Why take any chance at all. Just imagine how this could backfire.


----------



## ConanHub (Aug 9, 2013)

kristin2349 said:


> So OP is the friend you are fantasizing about the same one who cheated on his wife?


Fantastic question. It makes sense, given the timeline and the fact he is a cheater already.
_Posted via Mobile Device_


----------



## NoIinThreesome (Nov 6, 2007)

I'm a bit confused. 

Does telling an SO your fantasy necessarily mean you want to act on it? I have fantasies about my SO that I've told her about and that I have zero desire to make happen.
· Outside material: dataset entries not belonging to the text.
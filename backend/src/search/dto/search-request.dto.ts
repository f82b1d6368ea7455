import { ApiPropertyOptional } from '@nestjs/swagger';
import { seriesNames, type SeriesName } from '@resistry/engineering/preferred-values/series';
import {
  approvals,
  supplyStatuses,
  technologies,
  type Approval,
  type SupplyStatus,
  type Technology,
} from '@resistry/engineering/ratings/technology';
import {
  ArrayMaxSize,
  IsArray,
  IsIn,
  IsInt,
  IsOptional,
  IsString,
  Matches,
  Max,
  MaxLength,
  Min,
} from 'class-validator';
import { PolicyRequest } from '../../assessments/dto/assess-request.dto';
import { DutyDto } from '../../assessments/dto/duty.dto';
import { Nested } from '../../common/validation/nested';
import { sortColumns } from '../engine/search-plan';
import { AnyId, AnyNumber, AnyOf, Whether } from './filter-fields';

const sortPattern = new RegExp(`^-?(${sortColumns.join('|')})$`);

/** Filters beside the duty; they apply first. */
export class FiltersDto {
  @ApiPropertyOptional({ description: 'Words in part numbers, families and manufacturers' })
  @IsOptional()
  @IsString()
  @MaxLength(100)
  text?: string;

  @AnyId()
  manufacturers?: number[];

  @AnyId()
  families?: number[];

  @AnyOf(technologies)
  technologies?: Technology[];

  @ApiPropertyOptional({ type: [String], description: 'Size codes' })
  @IsOptional()
  @IsArray()
  @ArrayMaxSize(200)
  @IsString({ each: true })
  @MaxLength(40, { each: true })
  sizes?: string[];

  @AnyOf(
    seriesNames,
    'Series of preferred values; E48, E96 and E192 accept E24 values too, which families offer at 1 %',
  )
  series?: SeriesName[];

  @AnyNumber('Fractions')
  tolerances?: number[];

  @AnyNumber('1/K')
  tcrs?: number[];

  @Whether('Has a safety certificate in date')
  certificate?: boolean;

  @AnyOf(approvals)
  approvals?: Approval[];

  @AnyOf(supplyStatuses)
  supply?: SupplyStatus[];

  @Whether('Stands under a company part number')
  companyPartNumber?: boolean;

  @Whether('Has an offer in force at 1000 pieces')
  offer?: boolean;
}

/** A search for parts that meet a duty. */
export class SearchRequest extends PolicyRequest {
  @Nested(() => DutyDto, { optional: true })
  duty?: DutyDto;

  @Nested(() => FiltersDto, { optional: true })
  filters?: FiltersDto;

  @ApiPropertyOptional({ enum: ['met', 'met-and-unrated'], default: 'met' })
  @IsOptional()
  @IsIn(['met', 'met-and-unrated'])
  show?: 'met' | 'met-and-unrated';

  @ApiPropertyOptional({
    enum: ['company'],
    description: 'Group by company part number, judged by its worst approved source',
  })
  @IsOptional()
  @IsIn(['company'])
  group?: 'company';

  @ApiPropertyOptional({
    description:
      'Column to sort by, with a minus before it for falling order; default preference, price, least excess, id',
    enum: sortColumns.flatMap((column) => [column, `-${column}`]),
  })
  @IsOptional()
  @IsString()
  @Matches(sortPattern, {
    message: `$property must be one of ${sortColumns.join(', ')}, with a minus before it for falling order`,
  })
  sort?: string;

  @ApiPropertyOptional({ type: 'integer', minimum: 1, maximum: 1_000_000, default: 1 })
  @IsOptional()
  @IsInt()
  @Min(1)
  @Max(1_000_000)
  page?: number;

  @ApiPropertyOptional({ type: 'integer', minimum: 1, maximum: 200, default: 50 })
  @IsOptional()
  @IsInt()
  @Min(1)
  @Max(200)
  pageSize?: number;
}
I have other fantasies I've told her about that I'd like to try sometime. 

Imho, when you're in a committed relationship any fantasy involving another person with either party is best left in your head unless you are very, very sure it will be received well.


----------



## Young at Heart (Jan 6, 2015)

leon2100 said:


> Married 50 years to a woman who has never been with another man. I’m 73 in good health and work out and so does she. *I’m a typical man with fantasies when pleasuring myself and one of those fantasies is seeing my wife with another guy… not just another guy but the husband of one her friends.* He flirts with her when we’re at parties and I can tell he really has the hots for her… for the past 30 years.
> 
> .....but then for the first time ever I began fantasizing her have sex with the other guy. I became very hard. My wife responded with several orgasms before I had a big one. And I stayed hard! The question is this:
> 
> Should I tell her about this fantasy? She says she never fantasize and has never expressed interest in me telling her any of my fantasies....


I also agree that most fantasies should stay fantasies, but I also have a slightly different perspective on how you and your wife can explore your fantasy. From my perspective there is NOTHING typical about your fantasy. Still to each their own.

You know your wife after 50 years. I doubt that she would be thrilled to have an extra-marital affair, even with permission, but that is something you would know better.

Still if you found it really exciting, you might tell her, but then tell her you love her way to much to share her with anyone. Then tell her that you really were excited by the thought and she seemed to enjoy the results of your excitement as well. THEN suggest that the two of you do some advanced sexual "roll playing" so you can relive the great sex you had, but just the two of you. 

That way you and your wife will be the only people involved, you can pretend to the man you want to see you wife having sex with. You can set up the scene with your wife in several ways depending on what she might feel comfortable with.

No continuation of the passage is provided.